1.  What is your idea of perfect happiness?  Being in incredible cardiovascular shape
2.  What is your greatest fear?  Being in the middle of an apathetic crowd during a major crisis
3.  Which historical figure do you most identify with?  Catherine the Great
4.  Which living person do you most admire?  Any person who stands up for the right thing in the face of violent opposition.
5.  What is the trait you most deplore in yourself?  Egocentricity
6.  What is the trait you most deplore in others?  Willful ignorance and apathy
7.  What is your greatest extravagance?  Unbridled ideas and opinions
8.  On what occasion do you lie?  To save a loved one unnecessary hurt
9.  What do you most dislike about your appearance?  An easily readable facial expression
10.  When and where you the happiest?  Late summer/early fall 2012 when, for the first time in my life, my allergies didn't bother me
11.  If you could change one thing about yourself what would it be?  An immature need for attention
12.  If you could change one thing about your family what would it be?  That they were better listeners
13.  What do you consider your greatest achievement?  My marriage but I can't take all the credit
14.  If you died and came back as a person or thing what do you think it would be?  Christians only get one turn around this particular block
15.  What is your most treasured possession?  My waterproof Merrell boots that can go anywhere and never cause me pain
16.  What do you regard as the lowest depth of misery?  Being a member of an apathetic society
17.  Who are your heroes in real life?  My husband, my father, and my best girlfriend
18.  What is it that you most dislike?  Wanton cruelty
19.  How would you like to die?  In the arms of my husband
20.  What is your motto?  An anecdote is not evidence.

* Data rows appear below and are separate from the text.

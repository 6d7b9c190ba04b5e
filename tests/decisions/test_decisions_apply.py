"""Decisions applied to the stages: fit exclusions, waivers and their lapse, dangling references."""

from __future__ import annotations

from datetime import date

import numpy as np
import pytest

from decisions_fixtures import CO2_RIG_A, CO2_RIG_A_SOURCE, CURATOR, demo_copy
from pipeline.checks import Thresholds, load_fluid_data, run_checks
from pipeline.cli import main
from pipeline.correlations.reference import reference_curve
from pipeline.decisions import (
    WaiverStep,
    exclusions_for_fit,
    load_decisions,
    resolve_all,
    with_threshold_overrides,
)
from pipeline.decisions.apply import latest_check_run
from pipeline.decisions.edit import add_decision
from pipeline.store import open_store
from tests.conftest import write_batch
from tests.storekit import ARGON_CRITICAL, batch_toml, build_store, source, vp_table


@pytest.fixture()
def demo(tmp_path_factory, tmp_path):
    return demo_copy(tmp_path_factory, tmp_path)


def resolve_all_demo(demo, **kw):
    """What the demo's decisions touch now."""
    with open_store(demo.store, read_only=True) as s:
        return resolve_all(s.con, load_decisions(demo.decisions), **kw)



def _exclude_row_16(demo) -> None:
    assert demo.decide("exclude-observations", "--source", CO2_RIG_A_SOURCE, "--file", CO2_RIG_A,
                       "--row", "16", "--quantity", "pressure",
                       why="8 % above its neighbours") == 0


def test_decide_records_the_file_hash_and_the_fit_names_the_decision(demo):
    """Excluding CO2 rig-A row 16 records the file's SHA-256; the refit leaves the point out and names D-0001."""
    _exclude_row_16(demo)
    (ref,) = [d.exclude_observations for d in load_decisions(demo.decisions)]
    (sha,) = demo.query("SELECT sha256 FROM raw_file_current WHERE path = ?", [CO2_RIG_A])[0]
    assert ref.file_sha256 == sha and ref.rows == (16,)
    (obs,) = demo.query("SELECT obs_id FROM observation_current WHERE file_path = ? AND "
                        "row_number = 16 AND quantity = 'pressure'", [CO2_RIG_A])[0]
    assert demo.cli("fit", "-q") == 0
    rows = demo.query("SELECT r.obs_id, r.excluded_by, f.n_excluded FROM fit_residual r JOIN fit f "
                      "USING (fit_id) WHERE f.is_current AND r.excluded_by IS NOT NULL")
    assert rows == [(obs, "D-0001", 1)]
    assert demo.query("SELECT count(*) FROM fit WHERE is_current AND n_excluded > 0")[0][0] == 1


ARGON_LAB = batch_toml(source("lab-ar", "Invented argon campaign for the test suite"),
                       [vp_table(p_unit="Pa", u_p_rel=0.0005)], [ARGON_CRITICAL],
                       format_version=None)


def _release(store_path, decisions, out) -> dict:
    """fit, check and publish through the CLI; the curve and T_nb of argon with provenance."""
    common = ["--store", str(store_path), "--decisions", str(decisions)]
    assert main(["fit", "-q", *common]) == 0
    main(["check", "-q", "--fluid", "argon", *common])
    assert main(["publish", "-q", "--allow-failures", "--out", str(out), *common]) == 0
    with open_store(store_path, read_only=True) as s:
        (T_nb,) = s.con.execute("SELECT value_si FROM curated_constants WHERE value_id = "
                                "'argon/constant/normal_boiling_T'").fetchone()
        prov = dict(s.con.execute("SELECT value_id, decision_ids FROM curated_provenance "
                                  "WHERE fluid_id = 'argon'").fetchall())
        fit = s.con.execute("SELECT n_excluded, fit_id FROM fit WHERE is_current").fetchone()
    return {"T_nb": T_nb, "prov": prov, "fit": fit}


def test_an_excluded_outlier_changes_the_fit_and_the_recommended_value(raw_root, store_path,
                                                                       tmp_path, capsys):
    """A +0.15 % point the fit keeps (|z| < 4) shifts the argon curve and its derived normal boiling point; excluding it restores T_nb = 87.302 K (Tegeler et al. 1999), and the fit and the values name the decision."""
    curve = reference_curve("argon", "liquid-vapour", "pressure")   # Tegeler et al. (1999)
    T = np.linspace(84.0, 148.0, 12)
    p = curve.value(T)
    p[1] *= 1.0015
    write_batch(raw_root, "lab-ar", ARGON_LAB,
                {"vp.csv": "T,p\n" + "".join(f"{t:.4f},{v:.9g}\n" for t, v in zip(T, p))})
    decisions = tmp_path / "decisions.toml"
    decisions.write_text("format_version = 1\n", encoding="utf-8")
    build_store(store_path, [raw_root])
    before = _release(store_path, decisions, tmp_path / "out")
    add_decision(decisions, who=CURATOR, why="pressure spike", action="exclude_observations",
                 spec={"source": "lab-ar", "file": "lab-ar/vp.csv", "rows": [2]})
    after = _release(store_path, decisions, tmp_path / "out")
    assert before["fit"][0] == 0 and after["fit"][0] == 1 and before["fit"][1] != after["fit"][1]
    assert abs(before["T_nb"] - after["T_nb"]) > 3e-3
    assert abs(after["T_nb"] - 87.302) < 0.2 * abs(before["T_nb"] - 87.302)
    assert before["prov"]["argon/constant/normal_boiling_T"] == []
    assert after["prov"]["argon/constant/normal_boiling_T"] == ["D-0001"]
    assert after["prov"]["argon/curve:liquid-vapour/pressure"] == ["D-0001"]
    assert after["prov"]["argon/constant/acentric_factor"] == ["D-0001"]
    assert after["prov"]["argon/critical:vapour,liquid/Tc"] == []


def _waive(demo, *extra: str) -> None:
    assert demo.decide("waive-check", "--check", "sources.agreement", "--fluid", "nitrogen",
                       *extra, why="literature Tc under review with its authors") == 0


def test_a_waived_failure_reports_waived_and_the_check_command_exits_0(demo, capsys):
    """The nitrogen Tc disagreement fails (exit 1); once waived it is 'waived' with its decision id and exit 0."""
    assert demo.cli("check", "--fluid", "nitrogen", "--check", "sources.agreement") == 1
    _waive(demo)
    capsys.readouterr()
    assert demo.cli("check", "--fluid", "nitrogen", "--check", "sources.agreement") == 0
    out = capsys.readouterr().out
    assert "WAIVED" in out and "decision D-0001: waived 1 finding" in out
    with open_store(demo.store, read_only=True) as s:
        rows = s.con.execute("SELECT subject, status, decision_id FROM check_result WHERE run_id = ?"
                             " AND status NOT IN ('pass', 'skip')", [latest_check_run(s.con)]).fetchall()
    assert rows == [("critical:vapour,liquid|Tc", "waived", "D-0001")]


def test_changing_the_waived_checks_inputs_makes_it_fail_again(demo, capsys):
    """A new nitrogen value in raw/ changes the check's input hash: the waiver lapses and the run fails."""
    _waive(demo)
    assert demo.cli("check", "--fluid", "nitrogen", "--check", "sources.agreement") == 0
    demo.edit_csv("brackenridge-rig-a-nitrogen-2023-09/nitrogen-gauge-rig-a.csv",
                  lambda lines: lines[:-2] + [lines[-2].replace(".", ".1", 1), lines[-1]])
    demo.reingest()
    assert demo.cli("fit", "-q") == 0
    capsys.readouterr()
    assert demo.cli("check", "--fluid", "nitrogen", "--check", "sources.agreement") == 1
    out = capsys.readouterr().out
    assert "waiver LAPSED (the check's inputs changed" in out
    (state,) = [t.state for t in resolve_all_demo(demo)]
    assert state == "lapsed"


def test_an_expired_waiver_lapses(demo, capsys):
    """A waiver whose date has passed leaves the failure standing and is listed as lapsed."""
    _waive(demo, "--until", "2020-01-31")
    assert demo.cli("check", "--fluid", "nitrogen", "--check", "sources.agreement") == 1
    assert "waiver LAPSED (expired on 2020-01-31)" in capsys.readouterr().out
    touches = resolve_all_demo(demo, today=date(2020, 2, 1))
    assert [(t.state, t.reason) for t in touches] == [("lapsed", "expired on 2020-01-31")]
    # the same waiver read on its last day still holds
    step = WaiverStep(load_decisions(demo.decisions), today=date(2020, 1, 31))
    with open_store(demo.store, read_only=True) as s:
        run = run_checks(load_fluid_data(s.con, ["nitrogen"]), checks=["sources.agreement"],
                         postprocessors=[step])
    assert run.counts()["waived"] == 1 and run.counts()["fail"] == 0


def test_a_decision_on_a_row_of_a_changed_file_is_dangling(demo, capsys):
    """When the rig-A file loses its last rows, the exclusion of row 16 (file changed) and of row 29 (row gone) dangle and exclude nothing."""
    _exclude_row_16(demo)
    # a hand-written decision without file_sha256, on the last row
    with open(demo.decisions, "a", encoding="utf-8") as fh:
        fh.write(f'\n[[decision]]\nid = "hand-1"\nwho = "{CURATOR}"\nwhen = 2026-12-01\n'
                 f'why = "last row looks off"\n[decision.exclude_observations]\n'
                 f'source = "{CO2_RIG_A_SOURCE}"\nfile = "{CO2_RIG_A}"\nrows = [29]\n')
    with open_store(demo.store, read_only=True) as s:
        assert len(exclusions_for_fit(s.con, load_decisions(demo.decisions))) == 3
    demo.edit_csv(CO2_RIG_A, lambda lines: lines[:-3] + [""])   # drop rows 28 and 29
    demo.reingest()
    touches = {t.decision.id: t for t in resolve_all_demo(demo)}
    assert touches["D-0001"].state == "dangling" and "changed" in touches["D-0001"].reason
    assert touches["hand-1"].state == "dangling"
    assert "row(s) 29" in touches["hand-1"].reason
    with open_store(demo.store, read_only=True) as s:
        assert exclusions_for_fit(s.con, load_decisions(demo.decisions)) == {}
    capsys.readouterr()
    assert demo.cli("decisions") == 0
    out = capsys.readouterr().out
    assert out.index("DANGLING") < out.index("D-0001")


def test_references_survive_a_reingest_of_unchanged_files(demo):
    """Re-ingesting the unchanged demo resolves the same observation."""
    _exclude_row_16(demo)
    with open_store(demo.store, read_only=True) as s:
        before = exclusions_for_fit(s.con, load_decisions(demo.decisions))
    demo.reingest()
    with open_store(demo.store, read_only=True) as s:
        assert exclusions_for_fit(s.con, load_decisions(demo.decisions)) == before
    assert list(before.values()) == ["D-0001"]


def test_threshold_override_applies_to_its_fluid_only(demo):
    """An override of data.outliers z_max for CO2 changes CO2's threshold in force, not water's."""
    assert demo.decide("override-threshold", "--check", "data.outliers", "--fluid",
                       "carbon-dioxide", "--threshold", "z_max", "--value", "500",
                       why="demo: accept the melting file's scatter while it is re-transcribed") == 0
    decisions = load_decisions(demo.decisions)
    assert decisions.decisions[0].override_threshold.value == 500
    merged = with_threshold_overrides(Thresholds.load(), decisions)
    assert merged.for_check("data.outliers", "carbon-dioxide")["z_max"] == 500
    assert merged.for_check("data.outliers", "water")["z_max"] == 3.0
    assert str(demo.decisions) in merged.files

Thursday, November 8, 2012

When David Hasselhoff is your moral compass

I've really have no one else to tell this story to, so I'll tell the internets.  It's been a rough two weeks but I persevere.  I'm proud of that.  I struggle with my feelings of loneliness but I get through.  That's something.

Ok, David Hasselhoff.  Some years ago, I watched, I think it was the E! True Hollywood Story on Baywatch.  I remember two things about that.  One, the tall, skinny brunette actress said that Pamela Anderson made ten times more than she.  Two, that some women were trying to "get with" David Hasselhoff somewhere and he said that he wouldn't go for it because "you're either married or you're not and I'm married."  For some reason, I have a vivid memory of him saying that.

Fast forward to this morning.  There's a guy who works for a competitor and we see each other often in meetings.  Over the past five years since we met, we've had lunch a few times.  We are friends. 

We saw each other at a meeting this morning and as I walk to my car he says, "If you're around this weekend, maybe we could have a drink."  "Well, my husband will be in town so it will have to be the three of us," I said as I closed my car door.

I knew instantly as I drove back to work that gaul dang it, I had to have THE CONVERSATION.  I left him a message and waited for his call.  He called back about 45 minutes later.  I explained that although I like him and enjoy talking to him about our industry and work, I am married and we shouldn't see each other socially, i.e. for lunch anymore.  Sure, we'll see each other in professional settings but no socializing will take place.  He asked if he said something that offended me.  I said no.  Things were just getting to the point where something bad was going to happen if I took him up on his offer at a meet-up in a bar.  So, that's why no meet-ups in bars.

I'm a little ashamed (maybe a lot ashamed) it got to the point of having that conversation, but I figure (so soon after the fact) that once you're married, your feelings don't go away, they just have to be dealt with in a mature, ethical way and if you have to tell someone to back off or get the hell away, you should do so.  So I tip my hat to David Hasselhoff because "you're either married or you're not, and I'm [most certainly] married."